# Warning re Gas Networks Ireland [GNI] Meter replacement programme.



## Branz (28 Sep 2015)

First I heard was an undated letter addressed to resident saying meter needs replacing and full access to house would be required afterwards. Pls reply within 10 days of (undated) letter 
Replied by email, giving a mobile number.

Was  on way home from airport this am when our son rang to say that there was a guy at door wanting access re gas meter. Son said not on his watch, he would phone me.
When I got home about 10 mins later meter, which is outside, was replaced and he was waiting for access to check the appliances.

After he had gone, I get this email from GNI

_Dear  [my  Christian name]

Thank you for your e-mail in relation to our Meter Replacement Programme. 

All meters manufactured more than 20 years ago are being replaced with new digital meters.
As part of this mandatory meter replacement programme we will require access to your property to replace the meter and carry out a free safety inspection.
Our appointments are Monday to Friday between 8am and 1pm or between 1pm and 5pm.  Please advise us of a suitable day and which appointment slot suits you best and I will set up an appointment for you.
_
*Should you have any further queries please do not hesitate to contact me.*
_

*Aisling O' Carroll *| Customer Service Representative

_
*Gas Networks Ireland*

_*T*1850 427 737 (Monday to Friday 8am-8pm, Saturday 9am-5.30pm)

*E*info@gasnetworks.ie_

_gasnetworks.ie |Find us on Twitter_

I asked the guy on the way out how was he getting appointments: has none, just a van full of meters and a "list" which is uses to ring door bells.

The van has a stick on label for Balfour Beatty working for GNI

The scope for old folk, widows, widowers etc being scammed here for full house access is truly frightening, hence this post.

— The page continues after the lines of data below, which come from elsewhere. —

@pytest.mark.parametrize("method", ["minres", "ml", "paf"])
def test_heywood_case_is_reported_not_hidden(method):
    ex = efa.extract(heywood_R(), 1, method=method, names=["a", "b", "c"], max_iter=200)
    assert ex.heywood == [0]
    assert any(w.code == "heywood" and w.items == ("a",) and "'a' is a Heywood case" in w.message
               for w in ex.warnings)
    if method == "paf":
        assert ex.communalities[0] > 1.0  # not clipped: PAF communality above 1
    else:
        assert ex.communalities[0] >= 0.99
    res = efa.factor_analysis(heywood_R(), 1, n=200, names=["a", "b", "c"], method=method)
    assert ("a", "heywood") in {(f["item"], f["kind"]) for f in res.flags}
    d = json.loads(json.dumps(res.to_dict(), allow_nan=False))  # strict JSON, as the API sends it
    assert d["heywood"] == ["a"]


def test_duplicated_item_gives_a_clear_message():
    R, names, _constructs, _, _ = simulate(n=800)
    R2 = np.zeros((13, 13))
    idx = list(range(12)) + [0]
    R2[:] = R[np.ix_(idx, idx)]
    names2 = names + ["A1_copy"]
    res = efa.factor_analysis(R2, 2, n=800, names=names2, method="minres")
    assert any("'A1' and 'A1_copy' correlate 1.0000" in w.message for w in res.warnings)
    with pytest.raises(InputError, match="positive definite") as e:
        efa.factor_analysis(R2, 2, n=800, names=names2, method="ml")
    assert e.value.code == "singular_matrix"


def test_bad_input():
    R = heywood_R()
    with pytest.raises(InputError, match="from 1 to 2"):
        efa.extract(R, 3)
    with pytest.raises(InputError, match="Unknown extraction"):
        efa.extract(R, 1, method="pca")
    bad = R.copy()
    bad[0, 1] = bad[1, 0] = np.nan
    with pytest.raises(InputError, match="'a' and 'b' is missing"):
        efa.extract(bad, 1, names=["a", "b", "c"])
    with pytest.raises(InputError, match="not symmetric"):
        efa.extract(R + np.triu(np.full((3, 3), 0.01), 1), 1)
    with pytest.raises(InputError, match="Unknown rotation"):
        efa.factor_analysis(R, 1, rotation="spin")


def test_previous_with_other_factor_counts_and_bad_previous():
    R, names, constructs, _, _ = simulate(n=1500)
    two = efa.factor_analysis(R, 2, n=1500, names=names, constructs=constructs)
    three = efa.factor_analysis(R, 3, n=1500, names=names, constructs=constructs, previous=two.to_dict())
    assert three.factors[:2] == ["A", "B"]  # the two matched factors keep their places
    assert "had 2 factors" in three.match
    np.testing.assert_allclose(np.diag(efa.congruence(three.pattern[:, :2], two.pattern)), 1.0, atol=0.1)
    with pytest.raises(InputError, match="one length") as e:
        efa.factor_analysis(R, 2, n=1500, names=names, previous={"loadings": {"A1": [1, 2], "A2": [1]}})
    assert e.value.code == "bad_previous"
    unrelated = efa.factor_analysis(R, 2, n=1500, names=names, previous={"loadings": {"zz": [1.0, 0.0]}})
    assert "shares no items" in unrelated.match


@pytest.mark.parametrize("method", ["minres", "ml"])
def test_objective_gradients_match_finite_differences(hs_R, method):
    # the analytic gradients over the uniquenesses against scipy.optimize.check_grad
    psi = np.linspace(0.3, 0.7, 9)
    if method == "ml":
        args = (hs_R, 3, float(np.linalg.slogdet(hs_R)[1]))
        fun = efa._ml_fun
    else:
        args = (hs_R, 3)
        fun = efa._uls_fun
    err = optimize.check_grad(lambda p: fun(p, *args)[0], lambda p: fun(p, *args)[1], psi, epsilon=1e-7)
    assert err < 1e-5 * (1 + np.linalg.norm(fun(psi, *args)[1]))  # scipy check_grad
    # and the ML criterion equals factanal's form computed from all eigenvalues (R's factanal.fn)
    if method == "ml":
        sc = 1 / np.sqrt(psi)
        e = np.sort(np.linalg.eigvalsh(hs_R * np.outer(sc, sc)))[::-1][3:]
        assert fun(psi, *args)[0] == pytest.approx(-(np.sum(np.log(e) - e) - 3 + 9), rel=1e-10)


def test_non_convergence_is_a_warning(hs_R):
    ex = efa.extract(hs_R, 3, method="ml", max_iter=2)
    assert not ex.converged
    assert any(w.code == "not_converged" and "without converging" in w.message for w in ex.warnings)
    paf = efa.extract(hs_R, 3, method="paf", max_iter=2)
    assert not paf.converged and any("did not converge in 2 iterations" in w.message for w in paf.warnings)


def test_to_dict_writes_plain_floats_and_null_for_a_value_that_is_not_finite():
    """The efa section's matrices as Python floats (numpy's tolist, the same doubles), None where not finite."""
    import dataclasses

    R, names, _constructs, _, _ = simulate(n=800)
    res = efa.factor_analysis(R, 2, n=800, names=names, method="minres", rotation="oblimin")
    d = res.to_dict()
    assert d["loadings"][names[3]] == [float(v) for v in res.pattern[3]]
    assert all(type(v) is float for row in d["factor_correlations"] for v in row)
    assert d["communalities"] == {n: float(v) for n, v in zip(names, res.communalities)}
    bad = res.pattern.copy()
    bad[2, 1] = np.nan
    broken = dataclasses.replace(res, pattern=bad).to_dict()
    assert broken["loadings"][names[2]] == [float(bad[2, 0]), None]
    assert broken["loadings"][names[0]] == [float(v) for v in bad[0]]
    assert json.loads(json.dumps(broken, allow_nan=False))["loadings"][names[2]][1] is None
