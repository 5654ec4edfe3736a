// Leave-one-out retrieval quality of the learned encoder against the two baselines on a labelled library.

import { Encoder } from '../model/encoder';
import { type EncoderConfig } from '../model/encoder-config';
import { disposeEncoders, type Encoders } from '../model/embed';
import { memberPoses, type Pose } from '../model/train-config';
import { type ModelPart } from '../model/views';
import { createRng, hashString } from '../rng';
import { evaluateRetrieval, type RetrievalMetrics } from '../retrieval/metrics';
import { d2Descriptors, encoderDescriptors, type Descriptors, type MethodName } from './methods';
import type { DiffusionOptions } from '../retrieval/diffusion';
import { throughLibrary } from '../retrieval/hubness';
import { withSizePrior } from '../retrieval/size-prior';

/** A method as scored: its own similarity, or ordered through the library (hub-corrected, then diffused over the graph built from it). */
export type EvaluatedMethod = MethodName | `${MethodName}+diffusion`;

export interface EvaluationReport {
  readonly parts: number;
  readonly labels: number;
  readonly methods: Partial<Record<EvaluatedMethod, Omit<RetrievalMetrics, 'queries'>>>;
}

export interface EvaluationInput {
  readonly parts: readonly ModelPart[];
  readonly labels: readonly string[];
  readonly points: number;
  readonly pose: Pose;
  readonly learned?: Encoders;
  /** Architecture of the untrained baseline (the learned model's, when there is one). */
  readonly untrainedConfig: EncoderConfig;
  readonly seed?: number;
  /** Also score every method as ordered through the library with these diffusion settings (absent: not scored). */
  readonly diffusion?: DiffusionOptions;
  /**
   * Each part's diagonal (mm where its units are known): ordered through the library, pairs take the size prior as
   * the search does (size-prior.ts, λ = `sizeWeight`, SIZE_WEIGHT unless given). Absent: no size prior.
   */
  readonly diagonals?: ArrayLike<number>;
  readonly sizeWeight?: number;
}

/** The untrained baseline: the same architecture with seeded random weights. */
export function untrainedEncoder(config: EncoderConfig, seed = 0): Encoder {
  return new Encoder(config, createRng(hashString('untrained', seed)));
}

/** The untrained baseline for a pose: one such encoder per encoder the pose trains (`memberPoses`). */
export function untrainedEncoders(config: EncoderConfig, pose: Pose, seed = 0): Encoders {
  const list = memberPoses(pose).map(() => untrainedEncoder(config, seed));
  return list.length === 1 ? list[0] : list;
}

export function evaluateMethods(input: EvaluationInput): EvaluationReport {
  const strip = (m: RetrievalMetrics) => ({
    nn: m.nn,
    first_tier: m.first_tier,
    second_tier: m.second_tier,
    dcg: m.dcg,
    map: m.map,
    p_at_5: m.p_at_5,
  });
  const methods: EvaluationReport['methods'] = {};
  const n = input.parts.length;
  const score = (d: Descriptors) => {
    methods[d.method] = strip(evaluateRetrieval(input.labels, d.similarity));
    if (!input.diffusion) return;
    // D2's similarity is −L1 in [−2, 0]; its graph uses 1 − L1/2 in [0, 1], cosine-like.
    const cosineLike = d.method === 'd2' ? (i: number, j: number) => 1 + d.similarity(i, j) / 2 : d.similarity;
    if (input.diagonals && input.diagonals.length !== n)
      throw new RangeError(`evaluateMethods: ${input.diagonals.length} sizes for ${n} parts`);
    const graphSimilarity = input.diagonals
      ? withSizePrior(n, cosineLike, input.diagonals, input.sizeWeight)
      : cosineLike;
    methods[`${d.method}+diffusion`] = strip(
      evaluateRetrieval(input.labels, throughLibrary(n, graphSimilarity, input.diffusion)),
    );
  };
  if (input.learned) score(encoderDescriptors('learned', input.learned, input.parts, input.points, input.pose));
  const untrained = untrainedEncoders(input.untrainedConfig, input.pose, input.seed ?? 0);
  try {
    score(encoderDescriptors('untrained', untrained, input.parts, input.points, input.pose));
  } finally {
    disposeEncoders(untrained);
  }
  score(d2Descriptors(input.parts, input.seed ?? 0));
  return { parts: input.parts.length, labels: new Set(input.labels).size, methods };
}
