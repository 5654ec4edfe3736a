// Descriptors for a library under each retrieval method: the learned encoder, the same encoder untrained
// (random weights), and the D2 shape distribution. Every method yields vectors plus a similarity.

import { embedForRetrieval, type Encoders } from '../model/embed';
import { type ModelPart } from '../model/views';
import { type Pose } from '../model/train-config';
import { createRng, hashString } from '../rng';
import { cosineSimilarity } from '../retrieval/metrics';
import { d2Histogram, l1 } from '../retrieval/d2';

export type MethodName = 'learned' | 'untrained' | 'd2';

export interface Descriptors {
  readonly method: MethodName;
  readonly vectors: Float32Array; // count × dim
  readonly dim: number;
  /** Higher is more similar. */
  readonly similarity: (i: number, j: number) => number;
}

export function encoderDescriptors(
  method: 'learned' | 'untrained',
  encoder: Encoders,
  parts: readonly ModelPart[],
  points: number,
  pose: Pose,
): Descriptors {
  const vectors = embedForRetrieval(encoder, parts, points, pose);
  const dim = vectors.length / Math.max(1, parts.length);
  return { method, vectors, dim, similarity: cosineSimilarity(vectors, dim) };
}

export function d2Descriptors(parts: readonly ModelPart[], seed = 0): Descriptors {
  const hists = parts.map((p, i) => d2Histogram(p.points, createRng(hashString(`d2:${i}`, seed))));
  const dim = hists[0]?.length ?? 0;
  const vectors = new Float32Array(parts.length * dim);
  hists.forEach((h, i) => vectors.set(h, i * dim));
  // L1 between histograms in [0, 2]; similarity = −L1.
  return { method: 'd2', vectors, dim, similarity: (i, j) => -l1(vectors, vectors, i * dim, j * dim, dim) };
}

I rang the regulator who said unless I file a formal complaint with GNI first and work through their complaints process they can do nothing....


----------



## Leo (28 Sep 2015)

Would be a bit of a worry if they were taking this approach alright. Unannounced calls like this, especially where using external contractors really doesn't help vulnerable members of the public determine genuine callers from the bogus ones doing the rounds. 

In my case, I was contacted in advance by phone and asked when would suit me, including evening or weekend times. Anyone else have them call unannounced like the above case?


----------



## gipimann (28 Sep 2015)

I missed some calls earlier in the summer - think they were from GNI. Got the personally addressed letter some weeks ago, but nothing else.


----------